▶ _What the task asks_
Would you please return the lines of the entries below starting at the line that has "run: (ctx, input)" and ending at the line that has "nominal pressure. */", both included, exactly as they are?
== Provided records ==
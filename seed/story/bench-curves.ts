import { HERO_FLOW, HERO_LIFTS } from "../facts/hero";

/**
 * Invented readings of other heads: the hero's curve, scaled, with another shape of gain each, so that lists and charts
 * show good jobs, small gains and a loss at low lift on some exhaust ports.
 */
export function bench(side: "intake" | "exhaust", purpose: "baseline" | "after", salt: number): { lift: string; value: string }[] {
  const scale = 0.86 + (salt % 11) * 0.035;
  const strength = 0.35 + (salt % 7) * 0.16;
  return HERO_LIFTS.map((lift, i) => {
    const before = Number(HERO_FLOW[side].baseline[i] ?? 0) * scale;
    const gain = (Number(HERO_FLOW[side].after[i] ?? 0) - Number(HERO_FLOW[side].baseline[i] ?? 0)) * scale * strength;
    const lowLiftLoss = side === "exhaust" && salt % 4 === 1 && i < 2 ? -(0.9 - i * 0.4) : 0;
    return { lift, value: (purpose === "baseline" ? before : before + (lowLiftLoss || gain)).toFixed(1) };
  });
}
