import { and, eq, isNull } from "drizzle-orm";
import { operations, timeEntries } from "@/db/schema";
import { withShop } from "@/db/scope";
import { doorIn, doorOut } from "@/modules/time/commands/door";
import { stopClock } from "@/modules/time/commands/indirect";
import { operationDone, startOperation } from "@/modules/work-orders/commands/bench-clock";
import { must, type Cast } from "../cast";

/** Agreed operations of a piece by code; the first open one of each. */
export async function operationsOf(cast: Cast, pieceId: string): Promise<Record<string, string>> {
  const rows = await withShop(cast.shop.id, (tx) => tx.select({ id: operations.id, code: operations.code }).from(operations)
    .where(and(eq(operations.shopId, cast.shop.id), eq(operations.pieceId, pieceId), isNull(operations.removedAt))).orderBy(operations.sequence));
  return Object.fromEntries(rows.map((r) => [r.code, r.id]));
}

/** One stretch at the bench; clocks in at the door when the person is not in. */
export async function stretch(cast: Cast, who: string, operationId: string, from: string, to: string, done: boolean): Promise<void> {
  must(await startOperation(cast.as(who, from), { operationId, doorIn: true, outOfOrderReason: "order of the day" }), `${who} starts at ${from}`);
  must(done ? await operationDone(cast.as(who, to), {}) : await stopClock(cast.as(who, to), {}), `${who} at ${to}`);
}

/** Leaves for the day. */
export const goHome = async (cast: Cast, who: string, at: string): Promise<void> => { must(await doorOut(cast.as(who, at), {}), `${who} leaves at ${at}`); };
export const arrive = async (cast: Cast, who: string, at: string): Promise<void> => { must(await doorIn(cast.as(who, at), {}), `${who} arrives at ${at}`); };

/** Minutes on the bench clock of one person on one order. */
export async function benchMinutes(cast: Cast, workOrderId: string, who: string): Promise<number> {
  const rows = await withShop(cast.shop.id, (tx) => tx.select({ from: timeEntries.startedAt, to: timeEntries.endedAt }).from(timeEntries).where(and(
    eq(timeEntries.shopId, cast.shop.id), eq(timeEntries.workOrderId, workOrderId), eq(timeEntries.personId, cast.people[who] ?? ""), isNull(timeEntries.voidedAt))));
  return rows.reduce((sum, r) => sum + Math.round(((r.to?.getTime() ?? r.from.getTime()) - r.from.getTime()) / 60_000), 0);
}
===
== Provided records ==
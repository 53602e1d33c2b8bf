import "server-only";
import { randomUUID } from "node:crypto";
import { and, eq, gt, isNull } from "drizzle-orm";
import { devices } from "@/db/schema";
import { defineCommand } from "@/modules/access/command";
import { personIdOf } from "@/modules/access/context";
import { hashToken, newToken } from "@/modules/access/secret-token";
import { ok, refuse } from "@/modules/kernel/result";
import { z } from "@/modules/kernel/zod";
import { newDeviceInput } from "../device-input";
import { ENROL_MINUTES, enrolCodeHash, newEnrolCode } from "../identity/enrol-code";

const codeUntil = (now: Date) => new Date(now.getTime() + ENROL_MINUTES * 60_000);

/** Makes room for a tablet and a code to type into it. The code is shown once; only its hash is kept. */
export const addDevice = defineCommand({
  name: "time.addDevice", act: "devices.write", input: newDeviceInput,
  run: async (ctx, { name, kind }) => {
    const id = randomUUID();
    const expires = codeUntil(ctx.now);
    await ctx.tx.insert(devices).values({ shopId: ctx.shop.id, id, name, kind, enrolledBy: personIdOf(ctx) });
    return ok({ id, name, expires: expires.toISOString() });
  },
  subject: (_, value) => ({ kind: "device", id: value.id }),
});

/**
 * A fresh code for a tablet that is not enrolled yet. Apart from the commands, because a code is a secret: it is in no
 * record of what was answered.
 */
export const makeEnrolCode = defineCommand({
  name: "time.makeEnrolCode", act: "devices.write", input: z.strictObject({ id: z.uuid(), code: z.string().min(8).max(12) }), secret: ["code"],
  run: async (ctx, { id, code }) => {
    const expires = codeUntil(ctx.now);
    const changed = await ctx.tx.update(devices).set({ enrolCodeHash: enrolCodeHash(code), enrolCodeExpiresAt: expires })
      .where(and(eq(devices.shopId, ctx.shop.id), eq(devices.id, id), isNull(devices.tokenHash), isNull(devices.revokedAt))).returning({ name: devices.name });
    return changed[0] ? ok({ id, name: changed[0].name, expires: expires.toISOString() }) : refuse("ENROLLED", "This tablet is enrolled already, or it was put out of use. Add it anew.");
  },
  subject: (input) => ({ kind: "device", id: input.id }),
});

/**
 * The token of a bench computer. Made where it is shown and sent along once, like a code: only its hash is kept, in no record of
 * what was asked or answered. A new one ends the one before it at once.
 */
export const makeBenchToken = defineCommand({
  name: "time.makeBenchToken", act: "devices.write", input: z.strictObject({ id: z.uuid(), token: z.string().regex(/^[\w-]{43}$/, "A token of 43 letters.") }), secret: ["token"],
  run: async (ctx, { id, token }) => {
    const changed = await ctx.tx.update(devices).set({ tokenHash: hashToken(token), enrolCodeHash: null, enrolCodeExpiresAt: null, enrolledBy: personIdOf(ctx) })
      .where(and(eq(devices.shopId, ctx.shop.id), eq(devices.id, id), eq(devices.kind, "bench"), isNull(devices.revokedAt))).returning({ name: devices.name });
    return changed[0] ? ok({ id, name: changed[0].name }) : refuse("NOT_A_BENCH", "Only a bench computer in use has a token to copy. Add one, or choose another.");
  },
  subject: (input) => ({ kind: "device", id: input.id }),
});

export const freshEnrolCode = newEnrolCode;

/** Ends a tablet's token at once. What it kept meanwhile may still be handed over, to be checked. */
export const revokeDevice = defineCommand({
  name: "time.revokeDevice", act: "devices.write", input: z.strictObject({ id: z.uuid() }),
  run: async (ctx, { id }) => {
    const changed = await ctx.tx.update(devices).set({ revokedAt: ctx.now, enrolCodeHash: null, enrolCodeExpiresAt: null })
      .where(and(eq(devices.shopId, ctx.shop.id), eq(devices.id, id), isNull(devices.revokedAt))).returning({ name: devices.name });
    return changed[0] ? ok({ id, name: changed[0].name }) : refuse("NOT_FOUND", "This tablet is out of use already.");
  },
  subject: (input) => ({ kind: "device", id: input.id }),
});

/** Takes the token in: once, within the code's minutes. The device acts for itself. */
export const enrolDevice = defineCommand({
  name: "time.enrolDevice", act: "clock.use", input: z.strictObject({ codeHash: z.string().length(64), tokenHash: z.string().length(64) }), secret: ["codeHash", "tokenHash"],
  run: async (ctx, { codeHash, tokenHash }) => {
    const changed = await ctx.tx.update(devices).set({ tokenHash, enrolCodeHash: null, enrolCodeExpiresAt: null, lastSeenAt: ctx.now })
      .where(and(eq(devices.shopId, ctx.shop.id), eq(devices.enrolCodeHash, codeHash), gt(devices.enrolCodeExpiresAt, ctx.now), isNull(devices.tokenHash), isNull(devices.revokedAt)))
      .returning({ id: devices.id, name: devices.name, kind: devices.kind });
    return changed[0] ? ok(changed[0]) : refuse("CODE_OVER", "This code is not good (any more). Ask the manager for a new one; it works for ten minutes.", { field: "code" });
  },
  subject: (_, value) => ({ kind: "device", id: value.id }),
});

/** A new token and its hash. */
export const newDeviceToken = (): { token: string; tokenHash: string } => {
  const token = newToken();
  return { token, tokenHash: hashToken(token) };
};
===
== Provided records ==
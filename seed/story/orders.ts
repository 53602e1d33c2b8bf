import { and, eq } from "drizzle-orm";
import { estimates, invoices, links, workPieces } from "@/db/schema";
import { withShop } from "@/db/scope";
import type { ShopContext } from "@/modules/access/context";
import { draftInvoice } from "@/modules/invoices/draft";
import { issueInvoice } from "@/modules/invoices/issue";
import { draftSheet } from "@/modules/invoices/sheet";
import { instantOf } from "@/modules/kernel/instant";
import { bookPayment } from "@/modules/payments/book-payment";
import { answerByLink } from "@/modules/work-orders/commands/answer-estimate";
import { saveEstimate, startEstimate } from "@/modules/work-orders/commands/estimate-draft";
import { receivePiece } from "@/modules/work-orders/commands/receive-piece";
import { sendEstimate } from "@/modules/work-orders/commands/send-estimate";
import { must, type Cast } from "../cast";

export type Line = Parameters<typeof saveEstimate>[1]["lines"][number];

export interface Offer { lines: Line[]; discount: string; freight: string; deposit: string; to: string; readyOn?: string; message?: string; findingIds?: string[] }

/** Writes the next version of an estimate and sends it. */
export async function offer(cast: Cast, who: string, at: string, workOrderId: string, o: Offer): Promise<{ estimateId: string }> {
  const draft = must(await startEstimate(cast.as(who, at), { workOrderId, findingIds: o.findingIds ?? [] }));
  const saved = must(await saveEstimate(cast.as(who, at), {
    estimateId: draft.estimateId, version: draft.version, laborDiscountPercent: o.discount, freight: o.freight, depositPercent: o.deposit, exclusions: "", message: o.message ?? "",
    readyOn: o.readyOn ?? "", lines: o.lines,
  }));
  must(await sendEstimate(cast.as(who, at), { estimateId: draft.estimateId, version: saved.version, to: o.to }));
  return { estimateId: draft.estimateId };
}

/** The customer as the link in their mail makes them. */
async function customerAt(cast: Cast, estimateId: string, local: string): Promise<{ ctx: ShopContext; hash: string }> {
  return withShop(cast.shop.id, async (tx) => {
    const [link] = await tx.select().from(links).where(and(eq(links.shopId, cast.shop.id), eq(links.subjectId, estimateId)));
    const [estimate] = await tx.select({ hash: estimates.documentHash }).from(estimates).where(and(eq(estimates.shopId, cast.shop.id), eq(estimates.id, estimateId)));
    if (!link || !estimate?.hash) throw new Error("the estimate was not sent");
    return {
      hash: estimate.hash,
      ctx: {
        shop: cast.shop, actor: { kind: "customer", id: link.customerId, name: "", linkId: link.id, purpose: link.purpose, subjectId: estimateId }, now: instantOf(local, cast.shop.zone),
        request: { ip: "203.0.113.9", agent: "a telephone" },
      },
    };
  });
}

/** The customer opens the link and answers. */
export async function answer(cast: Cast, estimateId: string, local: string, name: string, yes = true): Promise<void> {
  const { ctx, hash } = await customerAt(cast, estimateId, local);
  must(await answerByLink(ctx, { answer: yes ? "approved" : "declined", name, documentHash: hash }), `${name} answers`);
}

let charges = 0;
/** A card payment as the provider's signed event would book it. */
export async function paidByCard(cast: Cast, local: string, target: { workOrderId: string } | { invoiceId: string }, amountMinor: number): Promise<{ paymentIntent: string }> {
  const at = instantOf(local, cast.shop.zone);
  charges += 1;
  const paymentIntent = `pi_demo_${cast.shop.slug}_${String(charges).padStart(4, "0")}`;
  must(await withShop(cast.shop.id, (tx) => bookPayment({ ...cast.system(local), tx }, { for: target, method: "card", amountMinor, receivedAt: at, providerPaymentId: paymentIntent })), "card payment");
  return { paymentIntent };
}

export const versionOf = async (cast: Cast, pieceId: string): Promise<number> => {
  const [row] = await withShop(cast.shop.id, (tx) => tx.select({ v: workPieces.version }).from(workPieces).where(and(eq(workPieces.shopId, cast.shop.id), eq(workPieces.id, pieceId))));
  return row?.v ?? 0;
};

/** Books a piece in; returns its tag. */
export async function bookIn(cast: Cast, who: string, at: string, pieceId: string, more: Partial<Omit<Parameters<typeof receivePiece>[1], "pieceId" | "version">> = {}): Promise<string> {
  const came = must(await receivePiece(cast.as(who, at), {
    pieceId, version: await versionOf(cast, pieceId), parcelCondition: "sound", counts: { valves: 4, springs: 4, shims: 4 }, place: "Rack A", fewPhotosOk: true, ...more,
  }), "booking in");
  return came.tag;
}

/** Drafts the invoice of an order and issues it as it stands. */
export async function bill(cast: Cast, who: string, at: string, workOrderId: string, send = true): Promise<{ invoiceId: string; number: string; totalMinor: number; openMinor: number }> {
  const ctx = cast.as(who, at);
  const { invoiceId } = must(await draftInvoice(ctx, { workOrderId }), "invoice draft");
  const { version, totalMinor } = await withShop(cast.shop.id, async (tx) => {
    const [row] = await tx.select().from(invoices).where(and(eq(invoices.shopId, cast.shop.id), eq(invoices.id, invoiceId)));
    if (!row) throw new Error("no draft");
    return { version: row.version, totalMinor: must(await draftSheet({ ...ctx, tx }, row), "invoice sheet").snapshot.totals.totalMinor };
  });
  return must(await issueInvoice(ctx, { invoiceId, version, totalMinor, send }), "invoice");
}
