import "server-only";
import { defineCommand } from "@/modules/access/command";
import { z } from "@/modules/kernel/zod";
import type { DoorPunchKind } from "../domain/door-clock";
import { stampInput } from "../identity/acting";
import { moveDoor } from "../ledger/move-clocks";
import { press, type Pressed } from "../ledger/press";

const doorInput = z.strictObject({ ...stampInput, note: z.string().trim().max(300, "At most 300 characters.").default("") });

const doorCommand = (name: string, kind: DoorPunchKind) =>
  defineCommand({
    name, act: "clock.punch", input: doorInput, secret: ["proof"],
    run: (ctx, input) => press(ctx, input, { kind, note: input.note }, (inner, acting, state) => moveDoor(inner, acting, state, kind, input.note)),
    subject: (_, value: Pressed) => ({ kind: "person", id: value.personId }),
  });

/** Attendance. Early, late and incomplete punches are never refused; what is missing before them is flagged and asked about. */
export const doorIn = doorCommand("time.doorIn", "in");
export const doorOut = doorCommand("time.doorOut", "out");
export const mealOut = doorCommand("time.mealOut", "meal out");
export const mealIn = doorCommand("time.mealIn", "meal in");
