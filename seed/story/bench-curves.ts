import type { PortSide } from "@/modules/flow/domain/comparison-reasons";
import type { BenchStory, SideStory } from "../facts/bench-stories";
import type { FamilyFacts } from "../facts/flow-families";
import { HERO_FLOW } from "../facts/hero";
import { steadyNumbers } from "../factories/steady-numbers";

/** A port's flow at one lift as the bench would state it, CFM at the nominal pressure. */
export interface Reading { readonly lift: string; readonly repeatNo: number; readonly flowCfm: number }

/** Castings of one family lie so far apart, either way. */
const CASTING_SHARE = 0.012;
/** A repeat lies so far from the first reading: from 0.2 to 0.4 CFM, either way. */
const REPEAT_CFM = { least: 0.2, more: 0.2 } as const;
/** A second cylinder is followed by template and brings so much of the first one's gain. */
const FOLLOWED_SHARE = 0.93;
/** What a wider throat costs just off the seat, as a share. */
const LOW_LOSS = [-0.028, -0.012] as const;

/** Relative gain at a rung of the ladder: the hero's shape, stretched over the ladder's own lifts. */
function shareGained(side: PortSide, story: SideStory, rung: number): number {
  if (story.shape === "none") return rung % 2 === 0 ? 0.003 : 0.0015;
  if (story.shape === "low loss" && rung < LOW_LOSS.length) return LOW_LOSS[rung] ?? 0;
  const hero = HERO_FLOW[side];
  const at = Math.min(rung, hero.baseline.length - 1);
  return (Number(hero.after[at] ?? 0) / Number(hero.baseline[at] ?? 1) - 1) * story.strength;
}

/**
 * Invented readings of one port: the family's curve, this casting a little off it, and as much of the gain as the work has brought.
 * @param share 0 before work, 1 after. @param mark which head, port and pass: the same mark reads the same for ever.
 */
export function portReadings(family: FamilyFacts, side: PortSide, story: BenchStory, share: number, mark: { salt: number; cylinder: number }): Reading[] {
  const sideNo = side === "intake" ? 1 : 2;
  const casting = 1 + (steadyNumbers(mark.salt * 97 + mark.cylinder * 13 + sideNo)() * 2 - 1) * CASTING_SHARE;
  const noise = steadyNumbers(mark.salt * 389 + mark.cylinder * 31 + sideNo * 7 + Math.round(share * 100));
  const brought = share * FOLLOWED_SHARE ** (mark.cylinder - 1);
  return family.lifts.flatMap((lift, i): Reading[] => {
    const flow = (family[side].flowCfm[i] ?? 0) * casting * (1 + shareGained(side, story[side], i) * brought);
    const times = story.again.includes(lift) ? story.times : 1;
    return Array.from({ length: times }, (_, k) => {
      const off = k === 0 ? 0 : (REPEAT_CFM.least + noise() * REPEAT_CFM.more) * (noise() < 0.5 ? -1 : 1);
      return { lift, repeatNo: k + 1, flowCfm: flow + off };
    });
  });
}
===
▶ _Completed task_
    run: (ctx, input) => press(ctx, input, { kind, note: input.note }, (inner, acting, state) => moveDoor(inner, acting, state, kind, input.note)),
    subject: (_, value: Pressed) => ({ kind: "person", id: value.personId }),
  });

/** Attendance. Early, late and incomplete punches are never refused; what is missing before them is flagged and asked about. */
export const doorIn = doorCommand("time.doorIn", "in");
export const doorOut = doorCommand("time.doorOut", "out");
export const mealOut = doorCommand("time.mealOut", "meal out");
export const mealIn = doorCommand("time.mealIn", "meal in");
filename seed/story/bench-curves.ts
import type { PortSide } from "@/modules/flow/domain/comparison-reasons";
import type { BenchStory, SideStory } from "../facts/bench-stories";
import type { FamilyFacts } from "../facts/flow-families";
import { HERO_FLOW } from "../facts/hero";
import { steadyNumbers } from "../factories/steady-numbers";

/** A port's flow at one lift as the bench would state it, CFM at the nominal pressure. */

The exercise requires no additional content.